Saturday, April 18, 2009

The demise of the food network

If you haven't heard, the food network has pretty much been unwatchable for the last few years. I used to just keep my TV tuned to the food network from 1999 to 2005, now I can't remember the last time I tuned in.

I never really gave it much thought on how this happened. Its not like I lost interest in cooking of food. Its quite the contrary. I have more interest in cooking and food more than ever. But after I have gave it some thought on why I no longer watch that channel, I am disgusted at the people in charge of the food network. You tune in these days, and you find shows on how junk food is made. Then there are cake making competitions where they seem to make cakes that almost appears to be unedible and resembles plastic and glass. Sandra Lee is showing you how to make a breakfast in bed with canned peaches, a bucket of cool whip, and a squeeze bottle of fake honey. I loved the original Iron Chef, but I loathe Iron Chef America.

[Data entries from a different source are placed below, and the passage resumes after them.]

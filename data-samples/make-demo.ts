/**
 * Makes the bundled demo survey of the invented Skarveld range (data-samples/demo/):
 *
 *   node --import tsx data-samples/make-demo.ts
 *
 * fine-dem.tif (30 m, UTM 33N), far-dem.tif (0.01 deg, WGS 84), their gdalinfo -json
 * descriptions, and stations.csv (lon/lat WGS 84 and x/y UTM 33N) with synthetic observed gravity. Deterministic (seeded);
 * needs GDAL's gdal_translate and gdalinfo. See data-samples/README.md.
 */
import { mkdtempSync, rmSync, writeFileSync } from 'node:fs';
import { tmpdir } from 'node:os';
import { join } from 'node:path';
import proj4 from 'proj4';
import { resolveCrs } from '../src/stations/crs-registry.js';
import { gridFromFunction } from '../src/dem/grid.js';
import { openDem } from '../src/dem/geotiff-open.js';
import { readDemWindow } from '../src/dem/read-window.js';
import { runReduce } from '../src/engine/run-reduce.js';
import { memoryIo } from '../src/cli/io.js';
import { parseReduceArgs } from '../src/cli/commands/demo.js';
import { readCsvTable } from '../src/io/read-results.js';
import { normalGravity } from '../src/reduction/normal-gravity.js';
import { freeAirCorrection } from '../src/reduction/free-air.js';
import { atmosphericCorrection } from '../src/reduction/atmosphere.js';
import { bouguerCap } from '../src/reduction/bouguer-cap.js';
import { toMgal } from '../src/units.js';
import { terrainHeightM, SURVEY_CENTRE_E_M, SURVEY_CENTRE_N_M } from './demo-terrain.js';
import { bodyEffectMgal, gaussian, mulberry32, NOISE, PLANTED, plannedStations, trendMgal, TRUE_DENSITY_KG_M3 } from './demo-survey.js';
import { writeCompressedGeoTiff } from './demo-geotiff.js';
import { FAR_DEM, FINE_DEM } from './demo-grids.js';
import { bilinearHeightAt } from '../src/terrain/grid-frame.js';

const OUT = 'data-samples/demo';
const utm = resolveCrs('EPSG:32633');
const wgs = resolveCrs('EPSG:4326');
const toLonLat = proj4(utm.proj4, wgs.proj4);

/** Heights stored to 0.1 m: they compress far better and are still finer than the relief. */
const round1 = (h: number): number => Math.round(h * 10) / 10;

// ---- DEMs
const fine = gridFromFunction({ ...FINE_DEM, crs: utm, source: 'Skarveld fine DEM' }, (x, y) => round1(terrainHeightM(x, y, 90)));
const far = gridFromFunction({ ...FAR_DEM, crs: wgs, source: 'Skarveld far DEM' }, (lon, lat) => {
  const [e, n] = toLonLat.inverse([lon, lat]) as [number, number];
  return round1(terrainHeightM(e, n, 2500));
});
const fineInfo = writeCompressedGeoTiff(`${OUT}/fine-dem.tif`, fine, 32633);
writeFileSync(`${OUT}/fine-dem.gdalinfo.json`, fineInfo);
const farInfo = writeCompressedGeoTiff(`${OUT}/far-dem.tif`, far, 4326);
writeFileSync(`${OUT}/far-dem.gdalinfo.json`, farInfo);

// the file must give back exactly the grid it was made from (DEFLATE is lossless)
const back = await readDemWindow(await openDem(`${OUT}/fine-dem.tif`));
for (let i = 0; i < fine.data.length; i++) if (back.data[i] !== fine.data[i]) throw new Error(`fine-dem.tif cell ${i} reads back ${back.data[i]}, wrote ${fine.data[i]}`);


// ---- stations
const rand = mulberry32(20240917);
const normal = gaussian(rand);
interface Station {
  id: string;
  lonText: string;
  latText: string;
  eM: number;
  nM: number;
  trueHeightM: number;
  reportedHeightM: number;
}
const planned = plannedStations(rand);
const dupOf = planned.find((p) => p.id === PLANTED.duplicate.of);
if (!dupOf) throw new Error(`no station ${PLANTED.duplicate.of} to duplicate`);
planned.push({ ...dupOf, id: PLANTED.duplicate.id });
const stations: Station[] = planned.map((p) => {
  const [lon, lat] = toLonLat.forward([p.eM, p.nM]) as [number, number];
  const lonText = lon.toFixed(7);
  const latText = lat.toFixed(7);
  // the position as printed (1e-7 deg ~ 1 cm) is the position
  const [eM, nM] = toLonLat.inverse([Number(lonText), Number(latText)]) as [number, number];
  const ground = bilinearHeightAt(fine, eM, nM);
  const trueHeightM = ground + (p.id === PLANTED.tower.id ? PLANTED.tower.aboveGroundM : 0);
  let reportedHeightM = trueHeightM + NOISE.gpsHeightM * normal();
  if (p.id === PLANTED.blunderHigh.id) reportedHeightM += PLANTED.blunderHigh.offsetM;
  if (p.id === PLANTED.blunderLow.id) reportedHeightM += PLANTED.blunderLow.offsetM;
  return { id: p.id, lonText, latText, eM, nM, trueHeightM, reportedHeightM };
});

// ---- forward model: talus's own terrain engine at the true heights, tight error budget
const tmp = mkdtempSync(join(tmpdir(), 'talus-demo-fm-'));
try {
  const fmStations = join(tmp, 'true-stations.csv');
  writeFileSync(fmStations, ['id,lon,lat,height_m', ...stations.map((s) => `${s.id},${s.lonText},${s.latText},${s.trueHeightM.toFixed(4)}`)].join('\n') + '\n');
  const fmOut = join(tmp, 'true-results.csv');
  const io = memoryIo();
  const argv = ['reduce', '--stations', fmStations, '--dem', `${OUT}/fine-dem.tif`, '--far-dem', `${OUT}/far-dem.tif`, '--out', fmOut];
  argv.push('--density', String(TRUE_DENSITY_KG_M3), '--accuracy', '0.002', '--workers', '2', '--no-progress');
  await runReduce(await parseReduceArgs(argv, io), io);
  const t = readCsvTable(fmOut);
  const col = (name: string): number => {
    const k = t.header.indexOf(name);
    if (k < 0) throw new Error(`forward-model results lack ${name}`);
    return k;
  };
  const [iTc, iCov, iB, iNormal] = [col('terrain_corr_unit_mgal'), col('dem_coverage'), col('bouguer_unit_mgal'), col('normal_gravity_mgal')];
  const rho = TRUE_DENSITY_KG_M3 / 1000;
  // x, y: the same positions in UTM 33N (m), so maps can be drawn over the projected fine DEM
  const lines = ['id,lon,lat,x,y,height_m,gobs_mgal'];
  let minTc = Infinity;
  let maxTc = -Infinity;
  stations.forEach((s, i) => {
    const row = t.rows[i] as string[];
    if (row[0] !== s.id) throw new Error(`forward-model row ${i} is ${row[0]}, expected ${s.id}`);
    if (Number(row[iCov]) !== 1) throw new Error(`station ${s.id}: dem_coverage ${row[iCov]}, expected 1`);
    const lat = Number(s.latText);
    const h = s.trueHeightM;
    const gammaMgal = toMgal(normalGravity(lat, 'grs80'));
    const capUnitMgal = toMgal(bouguerCap(h, 1000));
    // the engine and the reduction functions must agree (to the 4 decimals the CSV carries)
    if (Math.abs(capUnitMgal - Number(row[iB])) > 1e-4 || Math.abs(gammaMgal - Number(row[iNormal])) > 1e-4) throw new Error(`station ${s.id}: engine and reduction functions disagree`);
    const tcUnit = Number(row[iTc]);
    minTc = Math.min(minTc, tcUnit * rho);
    maxTc = Math.max(maxTc, tcUnit * rho);
    const gobs =
      gammaMgal - toMgal(freeAirCorrection(h, lat, 2)) - toMgal(atmosphericCorrection(h)) + rho * capUnitMgal - rho * tcUnit +
      bodyEffectMgal(s.eM, s.nM, h) + trendMgal(s.eM, s.nM) + NOISE.gravityMgal * normal();
    lines.push(`${s.id},${s.lonText},${s.latText},${s.eM.toFixed(2)},${s.nM.toFixed(2)},${s.reportedHeightM.toFixed(3)},${gobs.toFixed(3)}`);
  });
  writeFileSync(`${OUT}/stations.csv`, lines.join('\n') + '\n');
  const heights = stations.map((s) => s.trueHeightM);
  process.stdout.write(
    `wrote ${OUT}: fine DEM ${fine.width} x ${fine.height}, far DEM ${far.width} x ${far.height}, ${stations.length} stations, ` +
      `heights ${Math.min(...heights).toFixed(0)}-${Math.max(...heights).toFixed(0)} m, TC at ${TRUE_DENSITY_KG_M3} kg/m^3 ${minTc.toFixed(2)}-${maxTc.toFixed(2)} mGal\n`,
  );
  const xs = stations.map((s) => s.eM - SURVEY_CENTRE_E_M);
  const ys = stations.map((s) => s.nM - SURVEY_CENTRE_N_M);
  process.stdout.write(`station offsets from the centre: east ${Math.min(...xs).toFixed(0)}..${Math.max(...xs).toFixed(0)} m, north ${Math.min(...ys).toFixed(0)}..${Math.max(...ys).toFixed(0)} m\n`);
} finally {
  rmSync(tmp, { recursive: true, force: true });
}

And last but not least. Good Eats. It used to be a show I loved, but it quickly lost credibility with me when I finally decided to try a recipe from the show Good Eats. It was terrible. No, its not because I'm that bad in the kitchen. Whenever I try a recipe for the first time, I follow it down to the exact details. I don't substitute, and I'll go out of my way to get all the ingredients, even if they are exotic ingredients. After trying the recipe, I realized that the recipe was just made for TV, and would not be a recipe anyone would consider repeating (or refine) after you've tasted what may come out of that recipe. I'm sure not all recipes of Good Eats were heartless recipes, but all it took was one recipe to make me realize that Alton Brown was not the gastronomic einstein that he was making him out to be. A few years later, I saw the TV biography of Alton Brown. I saw that his credentials were things in cinematography and photography. And that he had only joined a culinary school with the goal of producing his own cooking show. It made perfect sense. There is some educational value on that show, but if they are going to fake about the food, I gotta wonder how much of the science wasn't just fluff. Just like everything on the food network these days, its all about entertainment value, and there is very little importance on the actual food itself. This is why I stopped watching. The food network has turned into the fake food network. Food has become secondary. Entertainment value seems to be everything. I feel betrayed as a viewer.

I think the type of cooking shows I'm looking for these days are by people who can cook like Anthony Bourdain describe in Kitchen Confidential. People who can cook on the line, have leadership skills, and can excute any dish they can conceptualize with speed and accuracy. In other words, chefs like Gordon Ramsay and Marco Pierre White. Underneath all that cursing, trash can kicking, and food spitting, Gordon Ramsay has some serious cooking chops from years on working on the line. You get to see very little of it on Hell's Kitchen and Kitchen Nightmares, but you can see a lot more of it in his UK shows. You look at all the bios in the food network website, and you quickly see that none of these people are qualified to be teaching you anything. Mario Batali, Ming Tsai, Emeril Lagase, and Sara Moulton (All the people I used to watch) seems to have gotten the boot or left on their own accord. And it even gets worse. You have people like Robert Irvine who seems to been revealed to have a fake resume. There were rumors that he was going to get the boot, but no, he's still on the food network. And oh yeah, that food guy from Queer Eye from the Straight Guy has a show on the food network too. Wasn't he more like a foodie than a cook? I guess it doesn't make a difference anymore.